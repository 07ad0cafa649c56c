/**
 * Small dense linear algebra on row-major Float64Array matrices (entry (i, j) of an n×m matrix
 * at i*m + j). Sized for plant models: a few to a few dozen states. No allocation inside the
 * factor/solve kernels; the convenience wrappers copy their inputs.
 */

/**
 * LU factorisation with partial pivoting, in place: afterwards `a` holds L (unit lower, below the
 * diagonal) and U (on and above). `piv[k]` is the row swapped with row k at step k.
 * Returns a cheap conditioning indicator min|u_kk| / max|u_kk| (0 = exactly singular); the
 * factors are complete either way, but solving with an indicator of 0 divides by zero.
 */
export function luFactor(a: Float64Array, n: number, piv: Int32Array): number {
  if (a.length < n * n || piv.length < n) throw new RangeError('luFactor: buffer too small');
  let minPivot = Infinity;
  let maxPivot = 0;
  for (let k = 0; k < n; k++) {
    let p = k;
    let best = Math.abs(a[k * n + k]);
    for (let i = k + 1; i < n; i++) {
      const v = Math.abs(a[i * n + k]);
      if (v > best) {
        best = v;
        p = i;
      }
    }
    piv[k] = p;
    if (p !== k) {
      for (let j = 0; j < n; j++) {
        const t = a[k * n + j];
        a[k * n + j] = a[p * n + j];
        a[p * n + j] = t;
      }
    }
    if (best < minPivot) minPivot = best;
    if (best > maxPivot) maxPivot = best;
    const pivot = a[k * n + k];
    if (pivot === 0) continue;
    for (let i = k + 1; i < n; i++) {
      const f = a[i * n + k] / pivot;
      a[i * n + k] = f;
      if (f === 0) continue;
      for (let j = k + 1; j < n; j++) a[i * n + j] -= f * a[k * n + j];
    }
  }
  if (n === 0) return 1;
  return maxPivot === 0 ? 0 : minPivot / maxPivot;
}

/** Solve A x = b in place in `b`, given the output of `luFactor`. */
export function luSolve(lu: Float64Array, n: number, piv: Int32Array, b: Float64Array): void {
  for (let k = 0; k < n; k++) {
    const p = piv[k];
    if (p !== k) {
      const t = b[k];
      b[k] = b[p];
      b[p] = t;
    }
  }
  for (let i = 1; i < n; i++) {
    let s = b[i];
    for (let j = 0; j < i; j++) s -= lu[i * n + j] * b[j];
    b[i] = s;
  }
  for (let i = n - 1; i >= 0; i--) {
    let s = b[i];
    for (let j = i + 1; j < n; j++) s -= lu[i * n + j] * b[j];
    b[i] = s / lu[i * n + i];
  }
}

/**
 * Solve A x = b (A n×n row-major). Returns null when A is singular to working precision
 * (pivot ratio below `tol`, default 1e-14). Inputs are not modified.
 */
export function solve(a: ArrayLike<number>, n: number, b: ArrayLike<number>, tol = 1e-14): Float64Array | null {
  const lu = Float64Array.from(a as ArrayLike<number>);
  const piv = new Int32Array(n);
  const cond = luFactor(lu, n, piv);
  if (!(cond > tol)) return null;
  const x = Float64Array.from(b as ArrayLike<number>);
  luSolve(lu, n, piv, x);
  return x;
}

/** Determinant of an n×n matrix (input not modified). */
export function determinant(a: ArrayLike<number>, n: number): number {
  const lu = Float64Array.from(a as ArrayLike<number>);
  const piv = new Int32Array(n);
  luFactor(lu, n, piv);
  let d = 1;
  for (let k = 0; k < n; k++) {
    d *= lu[k * n + k];
    if (piv[k] !== k) d = -d;
  }
  return d;
}

/** C = A B with A n×m and B m×p, row-major. */
export function matMul(a: ArrayLike<number>, b: ArrayLike<number>, n: number, m: number, p: number): Float64Array {
  const c = new Float64Array(n * p);
  for (let i = 0; i < n; i++) {
    for (let k = 0; k < m; k++) {
      const aik = a[i * m + k];
      if (aik === 0) continue;
      for (let j = 0; j < p; j++) c[i * p + j] += aik * b[k * p + j];
    }
  }
  return c;
}

/** y = A x with A n×m. */
export function matVec(a: ArrayLike<number>, x: ArrayLike<number>, n: number, m: number): Float64Array {
  const y = new Float64Array(n);
  for (let i = 0; i < n; i++) {
    let s = 0;
    for (let j = 0; j < m; j++) s += a[i * m + j] * x[j];
    y[i] = s;
  }
  return y;
}

/** The n×n identity. */
export function identity(n: number): Float64Array {
  const a = new Float64Array(n * n);
  for (let i = 0; i < n; i++) a[i * n + i] = 1;
  return a;
}

/** Transpose of an n×m matrix (result m×n). */
export function transpose(a: ArrayLike<number>, n: number, m: number): Float64Array {
  const t = new Float64Array(n * m);
  for (let i = 0; i < n; i++) for (let j = 0; j < m; j++) t[j * n + i] = a[i * m + j];
  return t;
}

/** Largest absolute row sum (the induced infinity norm) of an n×m matrix. */
export function normInf(a: ArrayLike<number>, n: number, m: number): number {
  let best = 0;
  for (let i = 0; i < n; i++) {
    let s = 0;
    for (let j = 0; j < m; j++) s += Math.abs(a[i * m + j]);
    if (s > best) best = s;
  }
  return best;
}

/**
 * Full orthogonal factor Q (n×n) of the Householder QR factorisation of an n×m matrix M
 * (M = Q R). When M has full column rank m ≤ n, the last n − m columns of Q are an orthonormal
 * basis of the orthogonal complement of M's column space.
 */
export function householderQ(mat: ArrayLike<number>, n: number, m: number): Float64Array {
  const r = Float64Array.from(mat as ArrayLike<number>);
  const q = identity(n);
  const v = new Float64Array(n);
  const steps = Math.min(m, n - 1);
  for (let k = 0; k < steps; k++) {
    let norm = 0;
    for (let i = k; i < n; i++) norm += r[i * m + k] * r[i * m + k];
    norm = Math.sqrt(norm);
    if (norm === 0) continue;
    const alpha = r[k * m + k] > 0 ? -norm : norm;
    for (let i = 0; i < n; i++) v[i] = i < k ? 0 : r[i * m + k];
    v[k] -= alpha;
    let vv = 0;
    for (let i = k; i < n; i++) vv += v[i] * v[i];
    if (vv === 0) continue;
    // R <- (I - 2 v v^T / v^T v) R
    for (let j = 0; j < m; j++) {
      let s = 0;
      for (let i = k; i < n; i++) s += v[i] * r[i * m + j];
      const f = (2 * s) / vv;
      for (let i = k; i < n; i++) r[i * m + j] -= f * v[i];
    }
    // Q <- Q (I - 2 v v^T / v^T v)
    for (let i = 0; i < n; i++) {
      let s = 0;
      for (let j = k; j < n; j++) s += q[i * n + j] * v[j];
      const f = (2 * s) / vv;
      for (let j = k; j < n; j++) q[i * n + j] -= f * v[j];
    }
  }
  return q;
}

/**
 * Solve the complex system (Ar + i Ai) x = (br + i bi) in place by Gaussian elimination with
 * partial pivoting. `ar`, `ai` are destroyed; the solution is left in `br`, `bi`.
 * Returns false (and leaves garbage) when a pivot is exactly zero.
 */
export function solveComplexInPlace(
  ar: Float64Array,
  ai: Float64Array,
  n: number,
  br: Float64Array,
  bi: Float64Array,
): boolean {
  for (let k = 0; k < n; k++) {
    let p = k;
    let best = Math.abs(ar[k * n + k]) + Math.abs(ai[k * n + k]);
    for (let i = k + 1; i < n; i++) {
      const v = Math.abs(ar[i * n + k]) + Math.abs(ai[i * n + k]);
      if (v > best) {
        best = v;
        p = i;
      }
    }
    if (best === 0) return false;
    if (p !== k) {
      for (let j = k; j < n; j++) {
        let t = ar[k * n + j];
        ar[k * n + j] = ar[p * n + j];
        ar[p * n + j] = t;
        t = ai[k * n + j];
        ai[k * n + j] = ai[p * n + j];
        ai[p * n + j] = t;
      }
      let t = br[k];
      br[k] = br[p];
      br[p] = t;
      t = bi[k];
      bi[k] = bi[p];
      bi[p] = t;
    }
    const pr = ar[k * n + k];
    const pi = ai[k * n + k];
    const den = pr * pr + pi * pi;
    for (let i = k + 1; i < n; i++) eliminateRow(ar, ai, n, br, bi, k, i, pr, pi, den);
  }
  backSubstituteComplex(ar, ai, n, br, bi);
  return true;
}

/**
 * Row i −= f · row k (columns after k, and the right-hand side), f = a[i][k] / pivot, pivot
 * pr + i pi with |pivot|² = den; nothing when a[i][k] is zero. The column-k entry is left as it
 * is (never read again).
 */
function eliminateRow(ar: Float64Array, ai: Float64Array, n: number, br: Float64Array, bi: Float64Array, k: number, i: number, pr: number, pi: number, den: number): void {
  const xr = ar[i * n + k];
  const xi = ai[i * n + k];
  if (xr === 0 && xi === 0) return;
  // f = x / pivot
  const fr = (xr * pr + xi * pi) / den;
  const fi = (xi * pr - xr * pi) / den;
  for (let j = k + 1; j < n; j++) {
    const yr = ar[k * n + j];
    const yi = ai[k * n + j];
    ar[i * n + j] -= fr * yr - fi * yi;
    ai[i * n + j] -= fr * yi + fi * yr;
  }
  const yr = br[k];
  const yi = bi[k];
  br[i] -= fr * yr - fi * yi;
  bi[i] -= fr * yi + fi * yr;
}

/** Solve the upper triangular complex system U x = b in place (x left in br, bi). */
function backSubstituteComplex(ar: Float64Array, ai: Float64Array, n: number, br: Float64Array, bi: Float64Array): void {
  for (let i = n - 1; i >= 0; i--) {
    let sr = br[i];
    let si = bi[i];
    for (let j = i + 1; j < n; j++) {
      const ur = ar[i * n + j];
      const ui = ai[i * n + j];
      sr -= ur * br[j] - ui * bi[j];
      si -= ur * bi[j] + ui * br[j];
    }
    const pr = ar[i * n + i];
    const pi = ai[i * n + i];
    const den = pr * pr + pi * pi;
    br[i] = (sr * pr + si * pi) / den;
    bi[i] = (si * pr - sr * pi) / den;
  }
}

/**
 * Solve (Hr + i Hi) x = (br + i bi) in place for an UPPER HESSENBERG matrix (entries below the
 * subdiagonal are not read): Gaussian elimination with partial pivoting, where only the row below
 * can be a pivot candidate, so the elimination costs O(n²) instead of O(n³) (Golub & Van Loan,
 * Matrix Computations, 4th ed., 2013, sec. 4.3.4, Hessenberg LU). `hr`, `hi` are destroyed; the
 * solution is left in `br`, `bi`. Returns false when a pivot is exactly zero.
 */
export function solveHessenbergComplexInPlace(hr: Float64Array, hi: Float64Array, n: number, br: Float64Array, bi: Float64Array): boolean {
  for (let k = 0; k < n; k++) {
    const d = k * n + k;
    if (k + 1 < n) {
      const s = d + n;
      if (Math.abs(hr[s]) + Math.abs(hi[s]) > Math.abs(hr[d]) + Math.abs(hi[d])) {
        for (let j = k; j < n; j++) {
          let t = hr[k * n + j];
          hr[k * n + j] = hr[(k + 1) * n + j];
          hr[(k + 1) * n + j] = t;
          t = hi[k * n + j];
          hi[k * n + j] = hi[(k + 1) * n + j];
          hi[(k + 1) * n + j] = t;
        }
        let t = br[k];
        br[k] = br[k + 1];
        br[k + 1] = t;
        t = bi[k];
        bi[k] = bi[k + 1];
        bi[k + 1] = t;
      }
    }
    const pr = hr[d];
    const pi = hi[d];
    if (pr === 0 && pi === 0) return false;
    if (k + 1 === n) break;
    eliminateRow(hr, hi, n, br, bi, k, k + 1, pr, pi, pr * pr + pi * pi);
  }
  backSubstituteComplex(hr, hi, n, br, bi);
  return true;
}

---*---

Would you print, exactly as written, every line above from the one holding "sr -= ur * br[j] - ui * bi[j];" through the one holding "hi[(k + 1) * n + j] = t;", with both included and no other lines?

Final answer:
      sr -= ur * br[j] - ui * bi[j];
      si -= ur * bi[j] + ui * br[j];
    }
    const pr = ar[i * n + i];
    const pi = ai[i * n + i];
    const den = pr * pr + pi * pi;
    br[i] = (sr * pr + si * pi) / den;
    bi[i] = (si * pr - sr * pi) / den;
  }
}

/**
 * Solve (Hr + i Hi) x = (br + i bi) in place for an UPPER HESSENBERG matrix (entries below the
 * subdiagonal are not read): Gaussian elimination with partial pivoting, where only the row below
 * can be a pivot candidate, so the elimination costs O(n²) instead of O(n³) (Golub & Van Loan,
 * Matrix Computations, 4th ed., 2013, sec. 4.3.4, Hessenberg LU). `hr`, `hi` are destroyed; the
 * solution is left in `br`, `bi`. Returns false when a pivot is exactly zero.
 */
export function solveHessenbergComplexInPlace(hr: Float64Array, hi: Float64Array, n: number, br: Float64Array, bi: Float64Array): boolean {
  for (let k = 0; k < n; k++) {
    const d = k * n + k;
    if (k + 1 < n) {
      const s = d + n;
      if (Math.abs(hr[s]) + Math.abs(hi[s]) > Math.abs(hr[d]) + Math.abs(hi[d])) {
        for (let j = k; j < n; j++) {
          let t = hr[k * n + j];
          hr[k * n + j] = hr[(k + 1) * n + j];
          hr[(k + 1) * n + j] = t;
          t = hi[k * n + j];
          hi[k * n + j] = hi[(k + 1) * n + j];
          hi[(k + 1) * n + j] = t;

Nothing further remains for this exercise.